◆ Task goal ◆
Give back an exact copy of the lines in the records below, from the line that has "string | null" through the line that has "type AddressInfo, createServer", and nothing besides.

◆ Exercise input ◆
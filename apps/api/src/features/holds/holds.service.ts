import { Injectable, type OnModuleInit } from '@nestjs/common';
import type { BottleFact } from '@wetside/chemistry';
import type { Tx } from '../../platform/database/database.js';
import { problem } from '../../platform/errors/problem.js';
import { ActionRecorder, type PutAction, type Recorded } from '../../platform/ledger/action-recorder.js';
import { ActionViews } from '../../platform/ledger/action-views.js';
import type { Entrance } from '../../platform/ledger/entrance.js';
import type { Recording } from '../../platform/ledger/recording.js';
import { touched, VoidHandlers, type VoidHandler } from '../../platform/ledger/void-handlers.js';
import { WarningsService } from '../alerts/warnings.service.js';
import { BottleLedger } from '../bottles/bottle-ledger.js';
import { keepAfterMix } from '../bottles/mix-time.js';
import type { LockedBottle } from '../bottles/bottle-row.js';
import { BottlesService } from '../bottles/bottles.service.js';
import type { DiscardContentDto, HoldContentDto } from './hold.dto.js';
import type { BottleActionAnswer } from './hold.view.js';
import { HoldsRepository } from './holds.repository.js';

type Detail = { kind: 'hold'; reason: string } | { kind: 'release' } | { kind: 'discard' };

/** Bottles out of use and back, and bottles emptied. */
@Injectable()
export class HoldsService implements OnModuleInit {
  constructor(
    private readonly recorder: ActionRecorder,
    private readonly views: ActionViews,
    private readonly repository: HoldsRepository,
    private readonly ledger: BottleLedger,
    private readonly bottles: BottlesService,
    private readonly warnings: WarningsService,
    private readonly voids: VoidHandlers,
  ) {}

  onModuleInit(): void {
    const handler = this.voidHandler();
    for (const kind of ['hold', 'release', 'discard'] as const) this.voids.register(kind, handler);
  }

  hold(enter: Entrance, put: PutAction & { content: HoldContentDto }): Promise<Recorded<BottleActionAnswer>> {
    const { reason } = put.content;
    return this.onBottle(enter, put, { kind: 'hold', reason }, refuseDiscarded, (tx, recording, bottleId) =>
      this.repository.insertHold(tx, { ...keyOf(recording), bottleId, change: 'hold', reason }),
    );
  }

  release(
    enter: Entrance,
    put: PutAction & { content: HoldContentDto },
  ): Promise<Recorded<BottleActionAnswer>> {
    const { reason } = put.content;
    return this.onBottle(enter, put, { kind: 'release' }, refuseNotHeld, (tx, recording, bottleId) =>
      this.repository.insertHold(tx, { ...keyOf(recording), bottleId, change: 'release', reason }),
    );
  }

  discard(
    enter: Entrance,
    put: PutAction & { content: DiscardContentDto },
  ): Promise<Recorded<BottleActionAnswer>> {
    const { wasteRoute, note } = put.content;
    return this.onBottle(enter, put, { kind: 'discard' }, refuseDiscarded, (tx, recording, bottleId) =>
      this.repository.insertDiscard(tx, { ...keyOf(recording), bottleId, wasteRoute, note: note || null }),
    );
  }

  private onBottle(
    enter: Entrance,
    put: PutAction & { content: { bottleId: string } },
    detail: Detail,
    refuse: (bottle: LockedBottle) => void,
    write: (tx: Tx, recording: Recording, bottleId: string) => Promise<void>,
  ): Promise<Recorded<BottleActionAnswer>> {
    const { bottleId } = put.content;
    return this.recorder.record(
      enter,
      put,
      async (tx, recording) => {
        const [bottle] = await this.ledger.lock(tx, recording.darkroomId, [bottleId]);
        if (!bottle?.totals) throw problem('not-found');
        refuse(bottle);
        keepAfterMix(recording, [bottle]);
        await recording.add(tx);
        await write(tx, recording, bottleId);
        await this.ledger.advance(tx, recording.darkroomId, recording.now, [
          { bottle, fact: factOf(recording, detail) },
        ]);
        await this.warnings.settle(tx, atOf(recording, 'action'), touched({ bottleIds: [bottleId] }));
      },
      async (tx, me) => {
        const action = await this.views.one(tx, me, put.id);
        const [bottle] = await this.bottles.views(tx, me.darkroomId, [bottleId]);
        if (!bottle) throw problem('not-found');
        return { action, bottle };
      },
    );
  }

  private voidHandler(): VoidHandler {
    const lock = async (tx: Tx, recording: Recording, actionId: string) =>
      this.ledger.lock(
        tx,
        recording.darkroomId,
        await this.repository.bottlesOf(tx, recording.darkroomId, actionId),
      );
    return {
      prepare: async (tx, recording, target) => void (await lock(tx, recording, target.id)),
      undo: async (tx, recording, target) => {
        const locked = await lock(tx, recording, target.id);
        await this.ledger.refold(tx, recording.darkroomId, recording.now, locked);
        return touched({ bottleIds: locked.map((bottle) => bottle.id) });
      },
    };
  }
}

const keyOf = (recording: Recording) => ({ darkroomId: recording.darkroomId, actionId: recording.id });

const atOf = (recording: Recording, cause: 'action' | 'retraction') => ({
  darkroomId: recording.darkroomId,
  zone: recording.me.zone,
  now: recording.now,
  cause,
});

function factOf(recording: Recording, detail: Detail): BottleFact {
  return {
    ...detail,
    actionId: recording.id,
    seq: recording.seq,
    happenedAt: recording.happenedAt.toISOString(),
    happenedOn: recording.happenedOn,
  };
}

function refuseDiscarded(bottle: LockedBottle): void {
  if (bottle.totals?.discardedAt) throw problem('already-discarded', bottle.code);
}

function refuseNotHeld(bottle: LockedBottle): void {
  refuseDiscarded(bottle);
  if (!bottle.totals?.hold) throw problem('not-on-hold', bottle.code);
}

==

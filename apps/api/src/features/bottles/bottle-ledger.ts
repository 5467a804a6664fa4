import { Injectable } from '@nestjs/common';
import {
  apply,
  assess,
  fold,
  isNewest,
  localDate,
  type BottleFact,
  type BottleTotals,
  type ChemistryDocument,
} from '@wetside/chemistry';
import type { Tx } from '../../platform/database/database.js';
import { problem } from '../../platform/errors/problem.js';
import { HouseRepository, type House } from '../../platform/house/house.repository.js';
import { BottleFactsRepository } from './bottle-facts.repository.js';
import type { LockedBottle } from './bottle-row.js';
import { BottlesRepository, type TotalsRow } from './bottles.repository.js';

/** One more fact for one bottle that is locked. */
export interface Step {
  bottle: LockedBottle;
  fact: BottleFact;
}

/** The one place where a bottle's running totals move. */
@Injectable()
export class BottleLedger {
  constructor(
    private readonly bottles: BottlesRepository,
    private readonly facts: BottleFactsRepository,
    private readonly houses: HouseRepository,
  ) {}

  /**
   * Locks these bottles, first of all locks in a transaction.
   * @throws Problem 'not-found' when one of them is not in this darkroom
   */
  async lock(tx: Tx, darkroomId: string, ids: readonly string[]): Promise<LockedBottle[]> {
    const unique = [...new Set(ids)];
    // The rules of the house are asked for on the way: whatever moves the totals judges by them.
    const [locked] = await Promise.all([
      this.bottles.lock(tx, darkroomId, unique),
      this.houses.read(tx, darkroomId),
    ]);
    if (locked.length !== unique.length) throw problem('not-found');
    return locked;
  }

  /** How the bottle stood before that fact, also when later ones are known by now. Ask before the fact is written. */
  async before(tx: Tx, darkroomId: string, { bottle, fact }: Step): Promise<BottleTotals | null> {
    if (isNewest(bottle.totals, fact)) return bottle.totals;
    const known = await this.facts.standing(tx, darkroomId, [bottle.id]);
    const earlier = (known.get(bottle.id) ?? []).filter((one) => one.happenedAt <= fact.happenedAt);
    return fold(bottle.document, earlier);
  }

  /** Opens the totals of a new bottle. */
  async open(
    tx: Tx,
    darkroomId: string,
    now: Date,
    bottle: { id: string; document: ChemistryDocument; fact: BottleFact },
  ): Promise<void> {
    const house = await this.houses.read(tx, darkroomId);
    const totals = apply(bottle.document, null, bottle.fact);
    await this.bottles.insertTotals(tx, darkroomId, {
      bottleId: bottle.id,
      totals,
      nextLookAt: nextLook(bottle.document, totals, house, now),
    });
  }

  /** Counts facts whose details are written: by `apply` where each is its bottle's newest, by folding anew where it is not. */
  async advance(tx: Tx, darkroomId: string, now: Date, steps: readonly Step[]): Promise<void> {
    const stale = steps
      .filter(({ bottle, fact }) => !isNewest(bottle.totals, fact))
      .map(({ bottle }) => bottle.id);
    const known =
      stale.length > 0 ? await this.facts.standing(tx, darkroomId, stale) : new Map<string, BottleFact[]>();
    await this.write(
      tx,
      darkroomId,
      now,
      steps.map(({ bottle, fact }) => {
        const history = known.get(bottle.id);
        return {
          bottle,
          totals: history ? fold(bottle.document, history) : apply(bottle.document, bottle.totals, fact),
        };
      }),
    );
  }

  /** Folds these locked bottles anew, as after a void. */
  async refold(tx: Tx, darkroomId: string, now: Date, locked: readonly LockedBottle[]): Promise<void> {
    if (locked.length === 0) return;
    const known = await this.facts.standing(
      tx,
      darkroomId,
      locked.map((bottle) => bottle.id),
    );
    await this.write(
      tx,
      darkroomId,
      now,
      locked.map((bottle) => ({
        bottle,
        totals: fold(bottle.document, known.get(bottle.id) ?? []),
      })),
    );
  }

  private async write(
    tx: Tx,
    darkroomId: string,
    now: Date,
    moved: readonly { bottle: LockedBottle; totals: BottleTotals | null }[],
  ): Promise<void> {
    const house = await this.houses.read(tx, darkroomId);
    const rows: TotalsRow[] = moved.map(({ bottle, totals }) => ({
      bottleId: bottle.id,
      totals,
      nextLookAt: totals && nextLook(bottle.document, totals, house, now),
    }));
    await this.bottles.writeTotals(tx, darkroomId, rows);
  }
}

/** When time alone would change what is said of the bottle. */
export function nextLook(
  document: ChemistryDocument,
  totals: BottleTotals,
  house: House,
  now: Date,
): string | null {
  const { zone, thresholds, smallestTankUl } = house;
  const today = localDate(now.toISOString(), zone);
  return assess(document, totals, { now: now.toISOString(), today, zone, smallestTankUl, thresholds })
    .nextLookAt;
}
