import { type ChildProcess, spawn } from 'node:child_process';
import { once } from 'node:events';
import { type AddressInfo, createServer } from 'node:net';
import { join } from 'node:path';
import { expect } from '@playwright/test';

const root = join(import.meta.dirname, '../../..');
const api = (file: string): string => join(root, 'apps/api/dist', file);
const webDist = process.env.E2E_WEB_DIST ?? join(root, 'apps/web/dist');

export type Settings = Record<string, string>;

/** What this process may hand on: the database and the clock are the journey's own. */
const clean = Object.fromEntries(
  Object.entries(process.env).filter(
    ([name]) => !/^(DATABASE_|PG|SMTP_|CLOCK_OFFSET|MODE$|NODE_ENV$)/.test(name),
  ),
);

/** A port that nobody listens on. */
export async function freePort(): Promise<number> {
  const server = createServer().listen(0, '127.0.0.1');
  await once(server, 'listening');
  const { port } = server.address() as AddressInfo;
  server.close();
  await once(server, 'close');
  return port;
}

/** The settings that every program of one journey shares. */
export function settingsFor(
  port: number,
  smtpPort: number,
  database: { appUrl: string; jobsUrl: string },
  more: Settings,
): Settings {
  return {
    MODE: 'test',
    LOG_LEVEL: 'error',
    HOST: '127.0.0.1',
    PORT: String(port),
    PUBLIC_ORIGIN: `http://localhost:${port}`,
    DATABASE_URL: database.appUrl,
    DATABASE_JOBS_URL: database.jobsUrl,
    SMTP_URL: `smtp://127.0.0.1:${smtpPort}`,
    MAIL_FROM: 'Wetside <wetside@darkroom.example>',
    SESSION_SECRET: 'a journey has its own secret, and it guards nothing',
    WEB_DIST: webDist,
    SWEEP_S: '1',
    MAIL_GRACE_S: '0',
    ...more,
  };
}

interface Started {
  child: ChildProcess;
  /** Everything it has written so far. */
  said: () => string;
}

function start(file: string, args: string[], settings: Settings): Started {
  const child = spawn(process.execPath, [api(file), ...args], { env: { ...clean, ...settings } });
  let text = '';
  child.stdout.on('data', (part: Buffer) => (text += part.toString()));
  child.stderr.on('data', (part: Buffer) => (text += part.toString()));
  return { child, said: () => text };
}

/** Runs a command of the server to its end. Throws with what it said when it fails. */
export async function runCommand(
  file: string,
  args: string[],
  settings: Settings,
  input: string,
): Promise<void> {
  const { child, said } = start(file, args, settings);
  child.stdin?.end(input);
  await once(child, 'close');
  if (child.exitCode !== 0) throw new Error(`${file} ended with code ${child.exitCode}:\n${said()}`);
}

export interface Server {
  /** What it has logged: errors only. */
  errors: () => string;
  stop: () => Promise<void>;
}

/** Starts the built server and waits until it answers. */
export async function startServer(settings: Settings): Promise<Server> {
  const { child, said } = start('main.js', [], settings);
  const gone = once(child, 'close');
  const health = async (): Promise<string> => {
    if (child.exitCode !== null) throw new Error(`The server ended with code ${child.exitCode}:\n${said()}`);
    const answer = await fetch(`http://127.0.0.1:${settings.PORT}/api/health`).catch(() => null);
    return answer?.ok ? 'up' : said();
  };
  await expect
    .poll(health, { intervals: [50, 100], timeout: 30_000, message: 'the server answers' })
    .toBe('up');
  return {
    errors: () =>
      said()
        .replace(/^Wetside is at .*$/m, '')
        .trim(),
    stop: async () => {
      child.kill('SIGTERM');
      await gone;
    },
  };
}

◆ Output ◆
): string | null {
  const { zone, thresholds, smallestTankUl } = house;
  const today = localDate(now.toISOString(), zone);
  return assess(document, totals, { now: now.toISOString(), today, zone, smallestTankUl, thresholds })
    .nextLookAt;
}
import { type ChildProcess, spawn } from 'node:child_process';
import { once } from 'node:events';
import { type AddressInfo, createServer } from 'node:net';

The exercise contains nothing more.